Has anyone heard if their new store is open yet? I need some tying supplies and hate to order online. Orvis and FTU don't have the selection that I want.


----------



## crw91383 (Nov 21, 2008)

DOwntown store is open in the same building as the Houston Club.


----------



## Bruce J (Jun 27, 2004)

They've had several delays in opening the store at the corner of San Felipe and Post Oak. I believe the latest forecast is for around the end of October. The downtown store is open, but not on weekends.


----------



## davekelly (Dec 14, 2009)

I need to contact IFly about something. Does anyone have a link to their website?


----------



## 2WheelFisher (Jun 4, 2009)

http://www.ifly.org/cgi-bin/cp-app.cgi


----------



## davekelly (Dec 14, 2009)

Thanks for the link


----------



## shallowist (May 28, 2009)

I spoke to Jim Collins this week and he said that they believe the first week of November, they are tyring to get the interior completed and get their CO. They are planning a big re opening event that should be announced soon. 

Looking forward to it!


----------



## dsim3240 (Nov 12, 2008)

I sure hope the post here @ "2Cool" when the reopen.


----------



## flatscat1 (Jun 2, 2005)

Is there store at Westheimer @ Post Oak still open or are they moving or something? I haven't been by in a few months so I guess I'm behind on the news.


----------



## Bruce J (Jun 27, 2004)

I'm pretty sure the Westheimer/Post Oak store has been closed for about a month now. Just the downstore is open (weekdays only) till they get the new one finished.


----------



## JIM COLLINS (Sep 30, 2008)

*Ifly The Angler's Edge*

We are now open for business!!! The new location is at Post Oak at San Felipe behind where California Pizza Kitchen is, between the Fed-Ex and Wolf Camera. We will be having our "Grand Opening Event" on Sat.
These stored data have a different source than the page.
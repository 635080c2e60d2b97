import { describe, expect, it } from "vitest";
import {
  noRouteLabel,
  pagePathOf,
  routeIdFor,
  routeIdMatcher,
  routeTree,
} from "./route-id";

// The shape of this app's server build (app/routes.ts): a root, a signed-in
// layout with an index page and nested pages, resource routes, splats.
const tree = routeTree({
  root: { id: "root", path: "" },
  "routes/app-layout": { id: "routes/app-layout", parentId: "root" },
  "routes/home": {
    id: "routes/home",
    parentId: "routes/app-layout",
    index: true,
  },
  "routes/build-orders": {
    id: "routes/build-orders",
    parentId: "routes/app-layout",
    path: "build-orders",
  },
  "routes/build-order": {
    id: "routes/build-order",
    parentId: "routes/build-orders",
    path: ":orderId",
  },
  "routes/set-password": {
    id: "routes/set-password",
    parentId: "root",
    path: "set-password",
  },
  "routes/api.v1.items": {
    id: "routes/api.v1.items",
    parentId: "root",
    path: "api/v1/items",
  },
  "routes/healthz": { id: "routes/healthz", parentId: "root", path: "healthz" },
  "api-not-found": { id: "api-not-found", parentId: "root", path: "api/*" },
  "routes/not-found": { id: "routes/not-found", parentId: "root", path: "*" },
});

describe("routeIdFor", () => {
  it("names the deepest matching route, never the path's values", () => {
    expect(routeIdFor(tree, "/build-orders/42")).toBe("routes/build-order");
    expect(routeIdFor(tree, "/build-orders")).toBe("routes/build-orders");
    expect(routeIdFor(tree, "/")).toBe("routes/home");
    expect(routeIdFor(tree, "/api/v1/items")).toBe("routes/api.v1.items");
    expect(routeIdFor(tree, "/set-password")).toBe("routes/set-password");
  });

  it("maps a data request to its page's route", () => {
    expect(routeIdFor(tree, "/build-orders/42.data")).toBe(
      "routes/build-order",
    );
    expect(routeIdFor(tree, "/_root.data")).toBe("routes/home");
    expect(pagePathOf("/stock.data")).toBe("/stock");
    expect(pagePathOf("/stock")).toBe("/stock");
  });

  it("gives unknown paths their catch-all route, or a fixed label without one", () => {
    expect(routeIdFor(tree, "/no/such/page")).toBe("routes/not-found");
    expect(routeIdFor(tree, "/api/v2/whatever")).toBe("api-not-found");
    const withoutSplat = routeTree({
      root: { id: "root", path: "" },
      "routes/healthz": {
        id: "routes/healthz",
        parentId: "root",
        path: "healthz",
      },
    });
    expect(routeIdFor(withoutSplat, "/reset/a-secret-token")).toBe(
      noRouteLabel,
    );
    expect(routeIdFor(withoutSplat, "/healthz")).toBe("routes/healthz");
  });
});

describe("routeIdMatcher", () => {
  it("answers as routeIdFor does, asked again or after forgetting", () => {
    const match = routeIdMatcher(tree, 2);
    const paths = [
      "/build-orders/42",
      "/build-orders/42",
      "/api/v1/items",
      "/no/such/page",
      "/build-orders/42",
      "/_root.data",
      "/build-orders/7.data",
    ];
    for (const path of paths) expect(match(path)).toBe(routeIdFor(tree, path));
  });
});
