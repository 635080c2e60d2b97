import { describe, expect, it } from "vitest";
import { withoutQueryValues } from "./logger.server";

describe("withoutQueryValues", () => {
  it("cuts a failed query's values out of Drizzle's message and stack, keeping the query", () => {
    const message =
      "Failed query: select `id` from `users` where `email` = ?\nparams: someone@example.test";
    expect(withoutQueryValues(message)).toBe(
      "Failed query: select `id` from `users` where `email` = ?\nparams: [redacted]",
    );
    const stack = `Error: ${message}, a1b2c3\n    at MySql2PreparedQuery.queryWithCache (session.js:25:15)\ncaused by: Error: boom\n    at x (y.js:1:1)`;
    const cleaned = withoutQueryValues(stack) as string;
    expect(cleaned).not.toContain("someone@example.test");
    expect(cleaned).not.toContain("a1b2c3");
    expect(cleaned).toContain("    at MySql2PreparedQuery.queryWithCache");
    expect(cleaned).toContain("caused by: Error: boom");
  });

  it("leaves other text alone", () => {
    expect(withoutQueryValues("Cannot read properties of undefined")).toBe(
      "Cannot read properties of undefined",
    );
    expect(withoutQueryValues(undefined)).toBeUndefined();
  });
});
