describe("password-reset links", () => {
  it("leave the earlier link valid when a new one is asked for; using either ends the other", async () => {
    const email = uniqueEmail("two-links");
    await createPerson({
      email,
      password: "the-old-password",
      roles: ["buyer"],
    });
    const first = await requestReset(email);
    const second = await requestReset(email);
    expect(second).not.toBe(first);
    expect((await setPassword(first, "first-link-password")).status).toBe(302);
    expect((await setPassword(second, "second-link-password")).status).toBe(
      410,
    );
    await signIn(email, "first-link-password");
  });

  it("end every session of the person when used, and work once", async () => {
    const email = uniqueEmail("reset-sessions");
    await createPerson({
      email,
      password: "the-old-password",
      roles: ["manager"],
    });
    const laptop = await signIn(email, "the-old-password");
    const phone = await signIn(email, "the-old-password");
    expect(phone).not.toBe(laptop);
    const token = await requestReset(email);
    const used = await setPassword(token, "the-new-password");
    expect(used.status).toBe(302);
    const fresh = sessionCookieFrom(used)!;
    expect((await get("/api/v1/me", laptop)).status).toBe(401);
    expect((await get("/api/v1/me", phone)).status).toBe(401);
    expect((await get("/api/v1/me", fresh)).status).toBe(200);
    expect((await setPassword(token, "yet-another-password")).status).toBe(410);
    await expect(signIn(email, "yet-another-password")).rejects.toThrow();
  });

  it("are refused for a person deactivated after the link was sent", async () => {
    const email = uniqueEmail("reset-deactivated");
    const userId = await createPerson({
      email,
      password: "the-old-password",
      roles: ["buyer"],
    });
    const token = await requestReset(email);
    await testDatabase().query("UPDATE users SET active = 0 WHERE id = ?", [
      userId,
    ]);
    const response = await setPassword(token, "the-new-password");
    expect(response.status).toBe(410);
    expect(sessionCookieFrom(response)).toBeNull();
  });

  it("are never told to another site: the page's Referrer-Policy keeps the address home", async () => {
    const email = uniqueEmail("reset-referrer");
    await createPerson({
      email,
      password: "the-old-password",
      roles: ["buyer"],
    });
    const token = await requestReset(email);
    const page = await get(`/set-password?token=${token}`);
    expect(page.status).toBe(200);
    expect(page.headers.get("Referrer-Policy")).toBe("same-origin");
    const html = await page.text();
    // The page loads nothing from elsewhere.
    expect(html).not.toMatch(/(src|href)="(https?:)?\/\//i);
  });
});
Nov. 20th from 10:00 to 6:00. Hope to see everyone real soon!


----------



## saltrod (Oct 10, 2008)

*Ifly*

Was in the store yesterday and picked up some fly tying supplies. Great location and helpful folks.


----------



## shallowist (May 28, 2009)

Looking forward to the Grand re-Opening. I hope to see you guys there.


----------



## WestEndAngler (Jan 30, 2007)

Good stuff!!


----------



## Bruce J (Jun 27, 2004)

I was in there today. Nice shop and good people.


----------